Btw heres the car in question.








and heres how the trunk started out








started by building a frame to mount all the components in and raise the floor 7 inches
























spare tire access








got a little bit of the wiring done too








then i made the false floor and wrapped it in suede to match the headliner and pillars
















and i also molded the digital gauge in the sunroof motor cover
















now im just waitin on the compressor and bags
let me kinow what you think so far though


----------



## vdub-ranger (Sep 6, 2007)

*Re: Guardian's build thread (guardian1020)*

nice dude. that box and controller are extremely clean. good luck http://****************.com/smile/emthup.gif


----------



## diive4sho (Feb 7, 2004)

*Re: Guardian's build thread (guardian1020)*

Looks really good....is it just the camera angle or is the hole for the sub cut off center?


----------



## guardian1020 (Nov 15, 2007)

*Re: Guardian's build thread (diive4sho)*


_Quote, originally posted by *diive4sho* »_Looks really good....is it just the camera angle or is the hole for the sub cut off center?

yeah it was right after i took that pic i fixed it so the sub sits evein in the hole http://****************.com/smile/emthup.gif


----------



## guardian1020 (Nov 15, 2007)

*Re: Guardian's build thread (guardian1020)*

got the valves all plumbed and wired


----------



## Santi (Mar 26, 2004)

looks sick so far.


----------



## guardian1020 (Nov 15, 2007)

*Re: (Santi)*


_Quote, originally posted by *Santi* »_looks sick so far. 

thank you sir


----------



## From 2 to 5 (Feb 28, 2008)

*Re: (guardian1020)*

lookign very clean and tidy sir...


----------



## MFZERO (Mar 13, 2002)

*FV-QR*

nice build up.


----------



## guardian1020 (Nov 15, 2007)

*Re: Guardian's build thread (guardian1020)*

UPDATE...
got the switch box fabbed up and wired and finished wiring and installing the valves in the trunk...

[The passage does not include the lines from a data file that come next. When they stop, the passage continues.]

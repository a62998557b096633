import type { Expr } from '../../../shared/maths/expression.ts';
import { sameExpr } from '../../../shared/maths/same.ts';
import { childrenOf, mapExpr } from '../../../shared/maths/walk.ts';
import { compareExpressions } from '../compare/compare-expressions.ts';
import type { CheckContext } from '../context.ts';
import { addExprs, divExprs, letterOf, mulExprs, numberOf, oneExpr, powExprs, rationalOf } from './build.ts';
import { isFree, linearIn } from './integrand.ts';
import { substitute } from './substitute.ts';

const farthest = 20n;

interface Factorial {
  readonly slope: bigint;
  readonly constant: bigint;
}

/**
 * The expression without its factorials (a n + b)! and powers c^(a n + b), where these cancel: with n! = (n-1)! n and
 * c^(n+1) = c c^n it does not depend on what is left of them. Null where it has none, or they do not cancel.
 */
export function withoutTowers(expr: Expr, letter: string, context: CheckContext): Expr | null {
  const least = new Map<bigint, bigint>();
  for (const { slope, constant } of factorialsIn(expr, letter)) {
    const known = least.get(slope);
    if (known === undefined || constant < known) least.set(slope, constant);
  }
  const bases: Expr[] = [];
  const names = new Set<string>();
  const standIn = (name: string): Expr => {
    names.add(name);
    return letterOf(name);
  };
  const opened = mapExpr(expr, (node) => {
    const factorial = factorialOf(node, letter);
    const lowest = factorial && least.get(factorial.slope);
    if (node.kind === 'factorial' && factorial && lowest !== undefined && lowest !== null) {
      if (factorial.constant - lowest > farthest) return node;
      const factors: Expr[] = [standIn(`z_{${factorial.slope}}`)];
      const start = addExprs(node.operand, numberOf(lowest - factorial.constant));
      for (let j = 1n; j <= factorial.constant - lowest; j += 1n) factors.push(addExprs(start, numberOf(j)));
      return mulExprs(...factors);
    }
    const linear = node.kind === 'power' && isFree(node.base, letter) ? linearIn(node.exponent, letter) : null;
    const slope = linear && rationalOf(linear.slope);
    if (node.kind !== 'power' || !linear || slope?.den !== 1n) return node;
    let at = bases.findIndex((base) => sameExpr(base, node.base));
    if (at < 0) at = bases.push(node.base) - 1;
    return mulExprs(powExprs(standIn(`w_{${at}}`), numberOf(slope.num)), powerOf(node.base, linear.constant));
  });
  if (names.size === 0) return null;
  const plain = [...names].reduce((part, name) => substitute(part, name, oneExpr), opened);
  return compareExpressions(opened, plain, context).kind === 'equal' ? plain : null;
}

/** The next term over this one. */
export function ratioOfTerms(expr: Expr, letter: string, context: CheckContext): Expr | null {
  const next = substitute(expr, letter, addExprs(letterOf(letter), oneExpr));
  return withoutTowers(divExprs(next, expr), letter, context);
}

export function hasFactorial(expr: Expr, letter: string): boolean {
  if (expr.kind === 'factorial' && !isFree(expr, letter)) return true;
  return childrenOf(expr).some((part) => hasFactorial(part, letter));
}

function powerOf(base: Expr, exponent: Expr): Expr {
  const value = rationalOf(exponent);
  return value?.num === 0n ? oneExpr : powExprs(base, exponent);
}

function factorialsIn(expr: Expr, letter: string): Factorial[] {
  const own = factorialOf(expr, letter);
  return own ? [own] : childrenOf(expr).flatMap((part) => factorialsIn(part, letter));
}

function factorialOf(expr: Expr, letter: string): Factorial | null {
  if (expr.kind !== 'factorial' || isFree(expr, letter)) return null;
  const linear = linearIn(expr.operand, letter);
  const [slope, constant] = [linear?.slope, linear?.constant].map((part) => (part ? rationalOf(part) : null));
  if (slope?.den !== 1n || constant?.den !== 1n || slope.num < 1n) return null;
  return { slope: slope.num, constant: constant.num };
}
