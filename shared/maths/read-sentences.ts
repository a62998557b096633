import type { Line } from './expression.ts';
import { readName } from './read-arguments.ts';
import type { Reader } from './reader.ts';

const NONE = /^(there (is|are) )?(has )?no (real |valid )?(solutions?|roots?)( exists?)?$|^never true$|^(no|never)$/i;
const ALWAYS =
  /^(?:(?:true )?(?:for )?(?:all|any|every)(?: real| values of| numbers?)*(?: ([a-z]))?|(?:is )?always true)$/i;

/** "no solution", "all real x" and definitions, in a `\text` or as plain words; null where none begins here. */
export function readSentence(reader: Reader): Line | null {
  const { kind, text, start } = reader.token;
  if (!reader.take('T∀')) return null;
  const words = text.replace(/[\s,.:~]+|\\[,;: ]/g, ' ').trim();
  const always = kind === '∀' ? [] : ALWAYS.exec(words);
  if (always) return readAlways(reader, start, always[1]);
  if (NONE.test(words)) return { kind: 'none', span: reader.span(start) };
  if (/^(let|put|set|define|where)$/i.test(words)) return readLet(reader, start);
  return reader.fail('text', { start, end: reader.lastEnd });
}

/** The letter of "all real x", where one is written. */
function readAlways(reader: Reader, start: number, named?: string): Line {
  const letter = named ?? (reader.is('a') ? readName(reader) : null);
  if (!named) reader.takeAll(/∈ℝ/y);
  return { kind: 'always', letter, span: reader.span(start) };
}

function readLet(reader: Reader, start: number): Line {
  const isFunction = reader.peek(1).kind === '(';
  const name = readName(reader);
  const params: string[] = [];
  if (isFunction) {
    reader.next();
    do params.push(readName(reader));
    while (reader.take(','));
    reader.expect(')');
  }
  if (!reader.take('=≔')) reader.fail('bad-relation =');
  const value = reader.grammar.sum(reader);
  return { kind: 'definition', name, params, value, span: reader.span(start) };
}

/** The name that `f(x) = ..` introduces; null where the line is an ordinary statement. */
export function startsDefinition(reader: Reader): string | null {
  const { text } = reader.token;
  const { length } = reader.ahead(/a\(a(?:,a)*\)=/y);
  const param = reader.peek(2).text;
  if (!length || param === text || reader.functions.includes(text)) return null;
  if (/^(?:[fghFGH]|\\phi|\\psi)$/.test(text)) return text;
  if (!/^[xt]$/.test(param) || /^[abckmnxt]$/.test(text)) return null;
  const rest = reader.tokens.slice(reader.index + length);
  const isUsed = rest.some((token) => token.kind === 'a' && token.text === param);
  return isUsed && !reader.choose('definition') ? text : null;
}
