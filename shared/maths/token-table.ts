/**
 * What a token is to the grammar: one character, so that the kinds of a line can be searched like text. A sign or a
 * bracket is its own kind, whichever way it was typed; the others are:
 * `0` number, `a` letter, `e` and `i` constants, `f` function, `l` logarithm, `L` limit, `F` fraction, `C` binomial,
 * `O` overline, `T` words, `B` and `E` begin and end of an environment, `N` new row, `H` empty box, `²` raised digits,
 * `⦃` and `⦄` braces of a set, `‹` and `›` a bracket left out with `\left.` and `\right.`, `ℝ` a set of numbers,
 * `≔` is defined as, `$` end of the line.
 */
export type TokenKind = string;

/**
 * One kind a line, then the commands and characters that mean it; `a@b`: a means b. The kinds that no token has: `~` a gap,
 * `S` without meaning, `A` an accent, `M` a letter style, `X` an adornment, `D` blackboard letters, `n` a negated sign,
 * `h` a space of some width.
 */
const ROWS = String.raw`
* cdot ast bullet · ⋅ ∗
× times
÷ div
± pm
∓ mp
+
- − –
/ slash
^ **
_
!
= eq ==
< lt
> gt
≤ le leq leqslant <= ⩽
≥ ge geq geqslant >= ⩾
≠ ne neq
≈ approx thickapprox
∈ in isin
∉ notin
∪ cup
∩ cap
∖ setminus smallsetminus backslash
∅ varnothing emptyset
ℝ R Z N Q C reals Reals integers naturals ℤ ℕ ℚ ℂ
∨ or lor vee
∧ and land wedge
∀ forall
→ to rightarrow longrightarrow ->
⇒ implies Rightarrow Longrightarrow iff Leftrightarrow Longleftrightarrow therefore => ⇔ ∴
∞ infty infin infinity
e exponentialE@e
i imaginaryI@i imaginaryJ@i
° degree circ
⊤ top intercal
' prime ′ ’
| vert lvert rvert mid ∣
⦃ lbrace \{
⦄ rbrace \}
{
}
[ lbrack
] rbrack
( lparen
) rparen
⌊ lfloor
⌋ rfloor
⌈ lceil
⌉ rceil
,
;
.
&
: colon
≔ := coloneq coloneqq
% \%
F frac dfrac tfrac cfrac
C binom dbinom tbinom
√ sqrt
∫ int
∑ sum
∏ prod
L lim
l log lg lb
O overline bar
B begin
E end
N cr \\
H placeholder
T text mbox textrm textnormal
A vec hat tilde mathbf bm boldsymbol
M mathrm operatorname mathit mathsf textup rm
X boxed fbox cancel bcancel xcancel underline
D mathbb
S $ \! displaystyle textstyle scriptstyle limits nolimits mathstrut strut nonumber
~ \, \: \; \> quad qquad thinspace enspace enskip medspace thickspace
h hspace mspace
n not
f sin cos tan cot sec csc arcsin arccos arctan arccot arcsec arccsc sinh cosh tanh coth sech csch arsinh arcosh artanh
f ln exp gcd lcm min max arg det abs sign floor ceil conj Re@re Im@im sgn@sign cosec@csc tg@tan ctg@cot cotan@cot
f asin@arcsin acos@arccos atan@arctan arcsinh@arsinh arccosh@arcosh arctanh@artanh asinh@arsinh acosh@arcosh atanh@artanh
a αalpha βbeta γgamma δdelta epsilon εvarepsilon ζzeta ηeta θtheta vartheta ιiota κkappa λlambda μmu νnu ξxi πpi ρrho
a σsigma varsigma τtau υupsilon phi φvarphi χchi ψpsi ωomega ΓGamma ΔDelta ΘTheta ΛLambda ΞXi ΠPi ΣSigma Upsilon ΦPhi
a ΨPsi ΩOmega ell hbar ∂partial differentialD@d`;

/** What a command or character is, and the text that its token carries. */
export interface Entry {
  readonly kind: TokenKind;
  readonly text: string;
}

const TABLE = new Map<string, Entry>();
for (const row of ROWS.trim().split('\n')) {
  const [kind = '', ...names] = row.split(' ');
  for (const name of isLetter(kind) ? names : [kind, ...names]) addName(kind, name);
}

/** Is the first character a letter of the alphabet? */
function isLetter(text: string): boolean {
  return /^[a-zA-Z]/.test(text);
}

function addName(kind: TokenKind, entry: string): void {
  const [, char = '', name = '', meaning] = /^([^ -~]?)([^@]*)@?(.*)$/.exec(entry)!;
  // `ℝ`, `R` and `reals` are all the set R.
  const set = (name || char).normalize('NFKD').charAt(0).toUpperCase();
  const text = meaning || (kind === 'a' ? `\\${name}` : kind === 'ℝ' ? set : name);
  for (const key of [char, isLetter(name) ? `\\${name}` : name]) if (key) TABLE.set(key, { kind, text });
}

/** Looks up a command with its backslash, or a sign of one or two characters. */
export function findEntry(name: string): Entry | undefined {
  return TABLE.get(name);
}

/** Functions, roots, or, and; pi and longer Greek letters; infinity. All else needs its backslash. */
const WORD = /^(?:[fl√∨∧](?!lb$)|api$|a(?!hbar).{4}|∞infinity)/;

/** Looks up what is a word without its backslash. */
export function findWord(word: string): Entry | undefined {
  const entry = findEntry(`\\${word}`);
  return entry && WORD.test(entry.kind + word) ? entry : undefined;
}

/** The function that a command or plain word names, if any. */
export function functionOf(word: string): string | undefined {
  const entry = findEntry(`\\${word}`);
  return entry?.kind === 'f' ? entry.text : undefined;
}

/** Would these letters, printed side by side, be read as a word? */
export function hidesWord(letters: string): boolean {
  for (let from = 0; from < letters.length; from += 1) {
    for (let to = from + 2; to <= Math.min(letters.length, from + 8); to += 1) {
      const part = letters.slice(from, to);
      if (part === 'let' || findWord(part)) return true;
    }
  }
  return false;
}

heres where it comes out of the center console








valves are now wired and plumbed
















and i got all the wiring for the gauge done








compressor gets ordered on friday and then i just have to save for the bags http://****************.com/smile/emthup.gif 


_Modified by guardian1020 at 9:20 AM 8-13-2008_


----------



## dmoney (Apr 10, 2003)

Watching this one, clean so far!


----------



## Santi (Mar 26, 2004)

You made your own switch box? thats pretty sweet. 
And the wiring on this is clean as hell..


----------



## diive4sho (Feb 7, 2004)

*Re: (Santi)*

I'm loving the fuse block and relay setup...really clean.... http://****************.com/smile/emthup.gif


----------



## guardian1020 (Nov 15, 2007)

thanks guys
yeah the switchbox is easy to make all you need are some switches and diodes...and the best part is it was under 20 bucks for parts


----------



## guardian1020 (Nov 15, 2007)

*Re: (guardian1020)*

UPDATE.
got the compressor, a new psi sender, and pressure relief valve, put it all in and it fills up and holds air








here are some pics
now all i need are the bags and struts http://****************.com/smile/emthup.gif 
















































and here is the finished trunk


----------



## sirswank (Mar 17, 2003)

*Re: (guardian1020)*


_Quote, originally posted by *guardian1020* »_










FINALLY!!!!!
no more burst tanks, DOT or otherwise. (not that i'm advocating non-DOT approved tanks, but if you wanna risk life and limb to save a few bucks, at least put one of these bad boys in a port)


----------



## guardian1020 (Nov 15, 2007)

*Re: Guardian's build thread (guardian1020)*

ok so i finally got the bags in after all the set backs i was having...before we all get started, the rears still have bumpstops, they will be coming out when i3 get new struts.
and the fronts will go lower after i get the new struts also...anyway on with the DIRTY pics...i hate mud


----------



## CapeGLS (Aug 3, 2002)

*Re: Guardian's build thread (guardian1020)*

Great wiring job.


----------



## Lblizzie (May 8, 2008)

subscribibeddd! 
Looks awesome!
Any reason why you drilled holes in the floor? Weight savings? I didnt read the thread...maybe it was asnwered


----------



## guardian1020 (Nov 15, 2007)

*Re: (LBVdubin)*


_Quote, originally posted by *LBVdubin* »_subscribibeddd! 
Looks awesome!
Any reason why you drilled holes in the floor? Weight savings? I didnt read the thread...maybe it was asnwered

i wanted it to be as light as possible, whether it helped or not i dont know but i tried


----------



## Rat4Life (Oct 14, 2004)

*Re: (guardian1020)*

wow , great job with all the wiring and trunk arrangement http://****************.com/smile/emthup.gif 
btw did you use light weight mdf ? my friend gave me to try few pieces of light weight mdf, and what a difference its like half lighter.


----------



## Lblizzie (May 8, 2008)

*Re: (Rat4Life)*

Lightweight MDF?? Is this new? never heard of this before. Could I find it at Home Depot?


----------



## Rat4Life (Oct 14, 2004)

*Re: (LBVdubin)*


_Quote, originally posted by *LBVdubin* »_Lightweight MDF?? Is this new? never heard of this before. Could I find it at Home Depot?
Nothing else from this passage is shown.